Abstract

In this paper, we solve the large-scale problem for exterior acoustics by employing the concept of fast multipole method (FMM) to accelerate the construction of influence matrix in the dual boundary element method (DBEM). By adopting the addition theorem, the four kernels in the dual formulation are expanded into degenerate kernels, which separate the field point and source point. The separable technique can promote the efficiency in determining the coefficients in a similar way of the fast Fourier transform over the Fourier transform. The source point matrices decomposed in the four influence matrices are similar to each other or only some combinations. There are many zeros or the same influence coefficients in the field point matrices decomposed in the four influence matrices, which can avoid calculating repeatedly the same terms.
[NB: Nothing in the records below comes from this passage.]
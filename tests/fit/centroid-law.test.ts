/**
 * Energy-scale fit against statistics, not our own numbers: seeded synthetic centroids from a
 * known truth give pulls ~ N(0, 1) (least-squares theory, common practice, no source); the
 * covariance equals 2·H⁻¹ from a finite-difference Hessian of χ².
 */
import { describe, expect, it } from 'vitest';
import { fitCentroidLaw, centroidShiftEv, toCentroidLaw } from '../../generators/fit/centroid-law.ts';
import { KilnInputError } from '../../generators/errors.ts';
import { lineFit } from '../response/spec-fixtures.ts';
import { normalSampler } from './rng.ts';
import { finiteDifferenceCovariance, meanStd } from './fit-helpers.ts';
import type { LineFit } from '../../generators/response/model-types.ts';

// invented demo detector: gain error, offset, charge loss at the surface
const TRUE = [0.002, 3, 30, 0.6];
const ENERGIES = [0.183, 0.277, 0.392, 0.525, 0.705, 0.93, 1.254, 1.487, 2.3, 4.5, 5.899, 8.048];
const ERR_EV = 0.8;

/**
 * The energy-scale law written out, not taken from the code under test (Kiln's model statement in
 * response/model-types.ts; a charge loss at the entrance surface that fades with photon energy:
 * common practice, no source): centroid(E) − E = g·E + offset − loss·exp(−E/scale), in eV.
 */
function lawShiftEv([gainError, offsetEv, chargeLossEv, chargeLossScaleKeV]: readonly number[], eKeV: number): number {
  return gainError * eKeV * 1000 + offsetEv - chargeLossEv * Math.exp(-eKeV / chargeLossScaleKeV);
}

/** Lines drawn from the written-out law, so a wrong model cannot fit its own data back. */
function synthetic(noise: () => number): LineFit[] {
  return ENERGIES.map((e, i) =>
    lineFit(`L${i}`, e, { centroidKeV: e + (lawShiftEv(TRUE, e) + ERR_EV * noise()) / 1000, centroidErrEv: ERR_EV }),
  );
}

describe('energy-scale law against the formula', () => {
  it('centroidShiftEv equals the law written out, gain, offset and charge loss all non-zero', () => {
    for (const theta of [TRUE, [-0.004, -2, 55, 0.35], [0.01, 8, 5, 2]])
      for (const e of ENERGIES) expect(Math.abs(centroidShiftEv(theta, e) - lawShiftEv(theta, e)), `${theta} at ${e} keV`).toBeLessThan(1e-12 * (1 + Math.abs(lawShiftEv(theta, e))));
  });
});

describe('energy-scale law fit', () => {
  it('recovers noiseless parameters and returns the law in content form', () => {
    const r = fitCentroidLaw(synthetic(() => 0));
    expect(r.params.gainError).toBeCloseTo(0.002, 9);
    expect(r.params.offsetEv).toBeCloseTo(3, 6);
    expect(r.params.chargeLossEv).toBeCloseTo(30, 5);
    expect(r.params.chargeLossScaleKeV).toBeCloseTo(0.6, 6);
    expect(r.dof).toBe(ENERGIES.length - 4);
    expect(toCentroidLaw(r)).toEqual({ source: 'law', gainError: r.params.gainError, offsetEv: r.params.offsetEv, chargeLossEv: r.params.chargeLossEv, chargeLossScaleKeV: r.params.chargeLossScaleKeV });
  });

  it('with seeded noise: pulls of all four parameters ~ N(0, 1)', () => {
    const noise = normalSampler(424242);
    const pulls: number[][] = [[], [], [], []];
    const names = ['gainError', 'offsetEv', 'chargeLossEv', 'chargeLossScaleKeV'] as const;
    for (let t = 0; t < 300; t++) {
      const r = fitCentroidLaw(synthetic(noise));
      names.forEach((n, k) => pulls[k].push((r.params[n] - TRUE[k]) / r.errors[n]));
    }
    for (const p of pulls) {
      const { mean, std } = meanStd(p);
      expect(Math.abs(mean)).toBeLessThan(0.25); // nonlinear in the scale: slight bias allowed
      expect(std).toBeGreaterThan(0.85);
      expect(std).toBeLessThan(1.2);
    }
  });

  it('holds fixed parameters at their stated values with zero error', () => {
    const r = fitCentroidLaw(synthetic(normalSampler(3)), { free: ['gainError', 'offsetEv', 'chargeLossEv'], initial: { chargeLossScaleKeV: 0.6 } });
    expect(r.fixed).toEqual(['chargeLossScaleKeV']);
    expect(r.params.chargeLossScaleKeV).toBe(0.6);
    expect(r.errors.chargeLossScaleKeV).toBe(0);
    expect(r.covariance.length).toBe(3);
    expect(Math.abs(r.params.chargeLossEv - 30) / r.errors.chargeLossEv).toBeLessThan(4);
  });

  it('covariance equals 2·H⁻¹ from a finite-difference Hessian of χ² (noiseless data)', () => {
    const lines = synthetic(() => 0);
    const r = fitCentroidLaw(lines);
    const theta = [r.params.gainError, r.params.offsetEv, r.params.chargeLossEv, r.params.chargeLossScaleKeV];
    const fd = finiteDifferenceCovariance(
      { names: ['g', 'o', 'c', 's'], x: lines.map((l) => l.energyKeV), y: lines.map((l) => (l.centroidKeV - l.energyKeV) * 1000), sigma: lines.map(() => ERR_EV), initial: theta, model: centroidShiftEv },
      theta,
      [0, 1, 2, 3],
      [1e-6, 1e-3, 1e-2, 1e-4],
    );
    for (let a = 0; a < 4; a++) expect(Math.abs(r.covariance[a][a] / fd[a][a] - 1)).toBeLessThan(1e-3);
  });

  it('reports a degenerate fit (no charge loss: its scale is undetermined) and too few lines as input errors', () => {
    const flat = ENERGIES.map((e, i) => lineFit(`L${i}`, e, { centroidKeV: e * 1.001, centroidErrEv: 0.5 }));
    expect(() => fitCentroidLaw(flat, { initial: { chargeLossEv: 0 }, free: ['gainError', 'offsetEv', 'chargeLossScaleKeV'] })).toThrow(KilnInputError);
    expect(() => fitCentroidLaw(flat.slice(0, 3))).toThrow(/^centroid law: fewer data points than free parameters$/);
    expect(() => fitCentroidLaw([...flat.slice(0, 5), { ...flat[5], centroidErrEv: 0 }])).toThrow(KilnInputError);
  });
});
The separable technique reduces the number of floating-point operations from O( N 2) to O(N log a(N)), where N is number of elements and a is a small constant independent of N. To speed up the convergence in constructing the influence matrix, the center of multipole is designed to locate on the center of local coordinate for each boundary element. This approach enhances convergence by collocating multipoles on each center of the source element. The singular and hypersingular integrals are transformed into the summability of divergent series and regular integrals. Finally, the FMM is shown to reduce CPU time and memory requirement thus enabling us apply BEM to solve for large-scale problems. Five moment FMM formulation was found to be sufficient for convergence. The results are compared well with those of FEM, conventional BEM and analytical solutions and it shows the accuracy and efficiency of the FMM when compared with the conventional BEM.